## Assignment
Report only the number of lines in the following entries where the word "rand" occurs.

## Data excerpts
package did

import (
	"context"
	"fmt"
	"math"
	"math/rand/v2"
	"slices"

	"github.com/loadwake/loadwake/audit/did/internal/robust"
	"github.com/loadwake/loadwake/audit/did/poisson"
	"github.com/loadwake/loadwake/audit/infer"

	"github.com/loadwake/loadwake/audit/panel"
	"gonum.org/v1/gonum/mat"
)

// The linear event study: y_ut = α_u + γ_t + Σ_e β_e·1[t − g_u = e] + ε_ut
// over every unit with positive weight (treated cohorts and never-treated
// controls), weighted by the matching weights, with event times binned at
// the window's ends (e ≤ −Pre counts as −Pre, e ≥ Post−1 as Post−1) and
// e = −1 as the reference. It is the familiar two-way fixed-effects picture
// for the plot; with staggered timing its coefficients mix cohorts with
// weights that can be negative (Goodman-Bacon 2021; Sun & Abraham 2021), so
// the cs-att row is the headline and this one a cross-check.
//
// The fixed effects are removed in closed form: in a balanced panel whose
// weights are constant within a unit, x − x̄_u − x̄ʷ_t + x̄ʷ (x̄_u the unit's
// mean over months, x̄ʷ_t the weighted mean over units of month t) is the
// exact weighted projection off both sets of dummies.
//
// Event times no treated unit reaches get no column. twfe-linear's att is
// the mean of the post coefficients e = 0..Post−1 present,
// pre_trend_p the joint Wald test that all leads are zero (CR1 variance).

// esDesign is the event-time design shared by every outcome.
type esDesign struct {
	p      *panel.Panel
	units  []int // units with weight > 0
	w      []float64
	ev     []int // per kept unit row (len(units)*T): column of the event dummy or −1
	cols   []int // event time of each column
	K      int
	xu     [][]float64 // per kept unit: mean over months of each column
	xt     [][]float64 // per month: weighted mean over units
	xa     []float64
	W      float64
	xtxInv *mat.SymDense
	tUnits int
	cUnits int
}

func newESDesign(p *panel.Panel, win Window) (*esDesign, error) {
	T := p.Months
	d := &esDesign{p: p}
	// columns: binned event times that occur, except the reference −1
	present := map[int]bool{}
	for _, un := range p.Units {
		if un.Weight <= 0 || un.FirstTreated < 0 {
			continue
		}
		for t := range T {
			present[min(max(t-un.FirstTreated, -win.Pre), win.Post-1)] = true
		}
	}
	col := map[int]int{}
	for e := -win.Pre; e < win.Post; e++ {
		if e == -1 || !present[e] {
			continue
		}
		col[e] = len(d.cols)
		d.cols = append(d.cols, e)
	}
	d.K = len(d.cols)
	for u, un := range p.Units {
		if un.Weight <= 0 {
			continue
		}
		d.units = append(d.units, u)
		d.w = append(d.w, un.Weight)
		if un.FirstTreated >= 0 {
			d.tUnits++
		} else {
			d.cUnits++
		}
	}
	nu := len(d.units)
	d.ev = make([]int, nu*T)
	d.xu = make([][]float64, nu)
	d.xt = make([][]float64, T)
	for t := range T {
		d.xt[t] = make([]float64, d.K)
	}
	d.xa = make([]float64, d.K)
	for r, u := range d.units {
		d.xu[r] = make([]float64, d.K)
		g := p.Units[u].FirstTreated
		for t := range T {
			d.ev[r*T+t] = -1
			if g < 0 {
				continue
			}
			e := min(max(t-g, -win.Pre), win.Post-1)
			if c, ok := col[e]; ok {
				d.ev[r*T+t] = c
				d.xu[r][c] += 1 / float64(T)
				d.xt[t][c] += d.w[r]
			}
		}
		d.W += d.w[r]
	}
	for t := range T {
		for c := range d.K {
			d.xt[t][c] /= d.W
			d.xa[c] += d.xt[t][c] / float64(T)
		}
	}
	xtx := mat.NewSymDense(d.K, nil)
	row := make([]float64, d.K)
	for r := range d.units {
		for t := range T {
			d.rowTilde(r, t, row)
			robust.AddOuter(xtx, row, d.w[r])
		}
	}
	d.xtxInv = mat.NewSymDense(d.K, nil)
	if err := poisson.InvSym(d.xtxInv, xtx); err != nil {
		return nil, fmt.Errorf("event study: %w (no variation in event time; check first-treated months and window)", err)
	}
	return d, nil
}

// rowTilde writes the demeaned regressor row of unit row r, month t.
func (d *esDesign) rowTilde(r, t int, row []float64) {
	for c := range row {
		row[c] = -d.xu[r][c] - d.xt[t][c] + d.xa[c]
	}
	if c := d.ev[r*d.p.Months+t]; c >= 0 {
		row[c]++
	}
}

// twfeEventStudy fits the event study of outcome y.
func twfeEventStudy(ctx context.Context, d *esDesign, y []float64, cl []int, G int, opts Options, rng *rand.Rand) (*estimate, error) {
	p, T, K := d.p, d.p.Months, d.K
	nu := len(d.units)
	// demeaned outcome
	yu := make([]float64, nu)
	yt := make([]float64, T)
	ya := 0.0
	for r, u := range d.units {
		for t := range T {
			v := y[u*T+t]
			yu[r] += v / float64(T)
			yt[t] += d.w[r] * v / d.W
		}
	}
	for t := range T {
		ya += yt[t] / float64(T)
	}
	yTilde := func(r, t int) float64 { return y[d.units[r]*T+t] - yu[r] - yt[t] + ya }
	xty := make([]float64, K)
	row := make([]float64, K)
	for r := range d.units {
		for t := range T {
			d.rowTilde(r, t, row)
			yv := d.w[r] * yTilde(r, t)
			for c, x := range row {
				xty[c] += x * yv
			}
		}
	}
	beta := make([]float64, K)
	mat.NewVecDense(K, beta).MulVec(d.xtxInv, mat.NewVecDense(K, xty))
	scores := make([]float64, G*K)
	used := make([]bool, G)
	tClusters := map[int]bool{}
	postSum, postN := 0.0, 0.0
	for r, u := range d.units {
		g := cl[u]
		used[g] = true
		ft := p.Units[u].FirstTreated
		if ft >= 0 {
			tClusters[g] = true
		}
		for t := range T {
			d.rowTilde(r, t, row)
			fit := 0.0
			for c, x := range row {
				fit += x * beta[c]
			}
			res := d.w[r] * (yTilde(r, t) - fit)
			for c, x := range row {
				scores[g*K+c] += x * res
			}
			if ft >= 0 && t >= ft && t-ft < opts.Window.Post {
				postSum += y[u*T+t]
				postN++
			}
		}
	}
	n := nu * T
	kParams := K + nu + T - 1
	v, Gu := robust.SandwichCR1(d.xtxInv, scores, used, K, n, kParams)
	tc := len(tClusters)
	if tc == 0 || Gu < 2 {
		return nil, fmt.Errorf("event study: %d treated clusters of %d; need treated units and at least 2 clusters", tc, Gu)
	}
	crit := robust.Critical(tc, Gu)
	e := &estimate{treatedUnits: d.tUnits, controlUnits: d.cUnits, method: robust.AnalyticName(tc, Gu)}
	// post average and leads
	cvec := make([]float64, K)
	var leads []int
	nPost := 0
	for _, ev := range d.cols {
		if ev >= 0 {
			nPost++
		}
	}
	for c, ev := range d.cols {
		if ev >= 0 {
			cvec[c] = 1 / float64(nPost)
		} else {
			leads = append(leads, c)
		}
		se := math.Sqrt(v.At(c, c))
		e.events = append(e.events, eventPoint{e: ev, est: beta[c], se: se, lo: beta[c] - crit*se, hi: beta[c] + crit*se})
	}
	e.events = append(e.events, eventPoint{e: -1, reference: true})
	cv := mat.NewVecDense(K, cvec)
	e.att = mat.Dot(cv, mat.NewVecDense(K, beta))
	e.se = math.Sqrt(mat.Inner(cv, v, cv))
	if !(e.se > 0) {
		return nil, errSingular
	}
	e.lo, e.hi = e.att-crit*e.se, e.att+crit*e.se
	e.p = robust.PTwoSided(e.att/e.se, tc, Gu)
	if opts.useBootstrap(tc) {
		if err := e.setWildRestricted(ctx, d.linearDesign(y, cl), d.fullRestriction(cvec), tc, opts, rng); err != nil {
			return nil, err
		}
	}
	if len(leads) > 0 {
		b := make([]float64, len(leads))
		vl := mat.NewSymDense(len(leads), nil)
		for i, a := range leads {
			b[i] = beta[a]
			for j := i; j < len(leads); j++ {
				vl.SetSym(i, j, v.At(a, leads[j]))
			}
		}
		if pv, ok := robust.LeadTest(b, vl, Gu); ok {
			e.preP, e.hasPre = pv, true
		}
	}
	if postN > 0 {
		e.setRelativeLinear(postSum / postN)
	}
	e.note = fmt.Sprintf("linear two-way fixed effects event study, leads %d..-2 and lags 0..%d (ends binned, reference -1); att = mean of lags; biased under staggered timing with changing effects (Goodman-Bacon 2021)",
		-opts.Window.Pre, opts.Window.Post-1)
	return e, nil
}

// linearDesign returns the event study as an infer.Design for the restricted
// wild cluster bootstrap: the event columns, then a dummy for every month but
// the first (month effects are not nested in the clusters, so they stay in
// X), the unit effects absorbed (each unit lies in one cluster).
func (d *esDesign) linearDesign(y []float64, cl []int) infer.Design {
	T := d.p.Months
	n := len(d.units) * T
	x := mat.NewDense(n, d.K+T-1, nil)
	ys := make([]float64, n)
	w := make([]float64, n)
	cls := make([]int, n)
	unit := make([]int, n)
	for r, u := range d.units {
		for t := range T {
			i := r*T + t
			if c := d.ev[i]; c >= 0 {
				x.Set(i, c, 1)
			}
			if t > 0 {
				x.Set(i, d.K+t-1, 1)
			}
			ys[i], w[i], cls[i], unit[i] = y[u*T+t], d.w[r], cl[u], r
		}
	}
	return infer.Design{X: x, Y: ys, Weights: w, Cluster: cls, Absorb: unit}
}

// fullRestriction extends a restriction on the event columns with zeros for
// the month columns of linearDesign.
func (d *esDesign) fullRestriction(a []float64) []float64 {
	return append(slices.Clone(a), make([]float64, d.p.Months-1)...)
}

## Answer space
2